* _Your task_
For every line that contains the string "year", pull that line out of the material below.

* _Input records_
● ● ● ● ● ● ●
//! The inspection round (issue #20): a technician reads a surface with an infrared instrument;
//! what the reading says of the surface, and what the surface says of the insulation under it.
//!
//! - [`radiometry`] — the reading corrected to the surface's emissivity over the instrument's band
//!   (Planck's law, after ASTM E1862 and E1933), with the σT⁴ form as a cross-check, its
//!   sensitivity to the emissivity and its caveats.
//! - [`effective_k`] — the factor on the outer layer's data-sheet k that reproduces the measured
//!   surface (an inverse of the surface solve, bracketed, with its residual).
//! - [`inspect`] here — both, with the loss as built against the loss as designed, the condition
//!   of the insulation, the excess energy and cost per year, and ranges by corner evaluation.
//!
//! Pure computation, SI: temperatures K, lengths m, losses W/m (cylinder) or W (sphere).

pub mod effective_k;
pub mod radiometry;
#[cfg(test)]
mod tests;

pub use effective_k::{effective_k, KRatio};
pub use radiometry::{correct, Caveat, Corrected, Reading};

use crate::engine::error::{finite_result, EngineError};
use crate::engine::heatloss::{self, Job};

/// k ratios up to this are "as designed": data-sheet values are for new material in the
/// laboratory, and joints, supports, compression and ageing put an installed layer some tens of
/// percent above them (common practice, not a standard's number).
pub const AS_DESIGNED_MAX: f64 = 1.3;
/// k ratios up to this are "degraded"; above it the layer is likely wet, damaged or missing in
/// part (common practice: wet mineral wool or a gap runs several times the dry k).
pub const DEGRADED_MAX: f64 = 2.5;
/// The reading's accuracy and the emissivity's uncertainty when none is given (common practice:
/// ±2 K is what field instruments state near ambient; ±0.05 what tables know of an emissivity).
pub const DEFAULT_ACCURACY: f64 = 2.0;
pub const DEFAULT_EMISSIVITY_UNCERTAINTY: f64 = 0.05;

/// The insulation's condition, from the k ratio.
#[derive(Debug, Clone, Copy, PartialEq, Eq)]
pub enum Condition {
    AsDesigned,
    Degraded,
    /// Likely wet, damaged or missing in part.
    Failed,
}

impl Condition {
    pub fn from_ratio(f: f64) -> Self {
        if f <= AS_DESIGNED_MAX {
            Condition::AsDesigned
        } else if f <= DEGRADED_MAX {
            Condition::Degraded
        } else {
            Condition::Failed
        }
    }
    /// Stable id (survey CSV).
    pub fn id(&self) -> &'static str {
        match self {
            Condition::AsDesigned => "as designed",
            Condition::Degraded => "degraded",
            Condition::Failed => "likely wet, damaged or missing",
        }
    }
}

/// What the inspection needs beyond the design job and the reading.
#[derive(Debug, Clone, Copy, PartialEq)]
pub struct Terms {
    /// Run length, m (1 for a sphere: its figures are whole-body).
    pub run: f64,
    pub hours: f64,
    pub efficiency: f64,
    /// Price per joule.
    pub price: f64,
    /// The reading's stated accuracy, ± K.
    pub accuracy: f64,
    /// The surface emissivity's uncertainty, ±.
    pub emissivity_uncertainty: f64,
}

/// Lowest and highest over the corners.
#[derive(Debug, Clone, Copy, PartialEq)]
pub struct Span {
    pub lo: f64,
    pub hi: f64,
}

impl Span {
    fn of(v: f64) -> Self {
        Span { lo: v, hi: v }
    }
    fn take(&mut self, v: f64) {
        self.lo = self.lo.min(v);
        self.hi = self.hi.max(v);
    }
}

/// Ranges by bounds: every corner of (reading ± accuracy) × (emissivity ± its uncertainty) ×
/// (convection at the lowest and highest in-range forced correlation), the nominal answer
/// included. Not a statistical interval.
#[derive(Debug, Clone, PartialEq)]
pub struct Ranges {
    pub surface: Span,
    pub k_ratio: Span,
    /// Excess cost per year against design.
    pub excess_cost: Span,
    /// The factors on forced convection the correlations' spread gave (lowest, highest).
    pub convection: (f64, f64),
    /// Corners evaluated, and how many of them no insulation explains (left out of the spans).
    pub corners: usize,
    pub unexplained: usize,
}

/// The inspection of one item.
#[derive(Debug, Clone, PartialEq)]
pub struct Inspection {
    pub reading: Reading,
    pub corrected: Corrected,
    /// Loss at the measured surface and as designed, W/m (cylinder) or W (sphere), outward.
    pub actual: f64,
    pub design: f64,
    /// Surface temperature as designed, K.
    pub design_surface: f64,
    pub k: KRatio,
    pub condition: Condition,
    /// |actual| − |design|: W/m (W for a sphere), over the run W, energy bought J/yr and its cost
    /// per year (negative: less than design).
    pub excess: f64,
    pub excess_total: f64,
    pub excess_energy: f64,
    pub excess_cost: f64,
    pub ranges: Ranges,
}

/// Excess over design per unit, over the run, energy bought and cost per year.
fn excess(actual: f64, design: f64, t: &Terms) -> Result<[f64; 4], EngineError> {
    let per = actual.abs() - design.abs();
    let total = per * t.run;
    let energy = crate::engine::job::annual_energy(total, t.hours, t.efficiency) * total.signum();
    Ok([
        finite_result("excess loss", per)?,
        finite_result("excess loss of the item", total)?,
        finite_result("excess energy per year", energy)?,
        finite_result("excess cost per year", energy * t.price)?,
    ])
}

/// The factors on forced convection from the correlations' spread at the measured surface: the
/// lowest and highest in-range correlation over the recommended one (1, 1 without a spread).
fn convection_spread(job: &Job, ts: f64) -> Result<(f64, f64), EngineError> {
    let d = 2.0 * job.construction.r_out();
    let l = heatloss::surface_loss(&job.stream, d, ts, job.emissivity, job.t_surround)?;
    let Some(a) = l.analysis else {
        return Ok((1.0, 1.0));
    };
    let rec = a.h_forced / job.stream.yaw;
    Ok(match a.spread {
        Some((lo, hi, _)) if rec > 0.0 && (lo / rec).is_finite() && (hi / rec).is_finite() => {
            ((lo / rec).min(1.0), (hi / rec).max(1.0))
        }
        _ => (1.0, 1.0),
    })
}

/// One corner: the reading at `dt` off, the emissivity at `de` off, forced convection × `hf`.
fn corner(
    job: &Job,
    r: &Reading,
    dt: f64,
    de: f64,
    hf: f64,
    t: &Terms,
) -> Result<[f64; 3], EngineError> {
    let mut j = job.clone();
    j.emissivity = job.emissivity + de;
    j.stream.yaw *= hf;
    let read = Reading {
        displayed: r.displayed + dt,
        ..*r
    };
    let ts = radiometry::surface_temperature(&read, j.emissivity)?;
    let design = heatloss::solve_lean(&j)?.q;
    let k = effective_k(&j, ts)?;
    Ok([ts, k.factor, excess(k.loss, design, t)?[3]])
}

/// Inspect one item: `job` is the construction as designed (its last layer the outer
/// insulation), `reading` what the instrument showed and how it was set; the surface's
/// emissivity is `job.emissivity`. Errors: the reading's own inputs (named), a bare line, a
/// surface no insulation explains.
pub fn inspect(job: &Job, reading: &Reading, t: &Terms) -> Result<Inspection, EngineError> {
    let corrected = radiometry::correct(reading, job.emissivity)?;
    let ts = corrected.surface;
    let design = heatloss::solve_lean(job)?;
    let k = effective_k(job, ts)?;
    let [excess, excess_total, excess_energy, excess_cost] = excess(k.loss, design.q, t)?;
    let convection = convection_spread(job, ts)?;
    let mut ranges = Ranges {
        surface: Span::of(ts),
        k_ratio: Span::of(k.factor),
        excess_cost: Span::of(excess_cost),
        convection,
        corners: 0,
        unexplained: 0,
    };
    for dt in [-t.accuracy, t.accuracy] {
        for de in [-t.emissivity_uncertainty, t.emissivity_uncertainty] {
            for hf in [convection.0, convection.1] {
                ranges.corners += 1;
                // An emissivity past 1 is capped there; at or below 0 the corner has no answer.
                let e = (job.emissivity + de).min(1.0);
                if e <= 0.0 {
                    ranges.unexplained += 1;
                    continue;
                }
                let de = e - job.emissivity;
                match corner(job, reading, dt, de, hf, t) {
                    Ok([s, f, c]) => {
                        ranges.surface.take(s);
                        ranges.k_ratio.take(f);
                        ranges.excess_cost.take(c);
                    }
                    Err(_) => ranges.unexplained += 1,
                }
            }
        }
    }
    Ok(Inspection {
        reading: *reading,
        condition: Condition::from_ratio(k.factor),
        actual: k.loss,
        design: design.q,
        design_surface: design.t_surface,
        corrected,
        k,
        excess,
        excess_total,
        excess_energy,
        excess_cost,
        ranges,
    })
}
● ● ● ● ● ● ●
* _Task answer_
//!   of the insulation, the excess energy and cost per year, and ranges by corner evaluation.
    /// Excess cost per year against design.
    /// per year (negative: less than design).
/// Excess over design per unit, over the run, energy bought and cost per year.
        finite_result("excess energy per year", energy)?,
        finite_result("excess cost per year", energy * t.price)?,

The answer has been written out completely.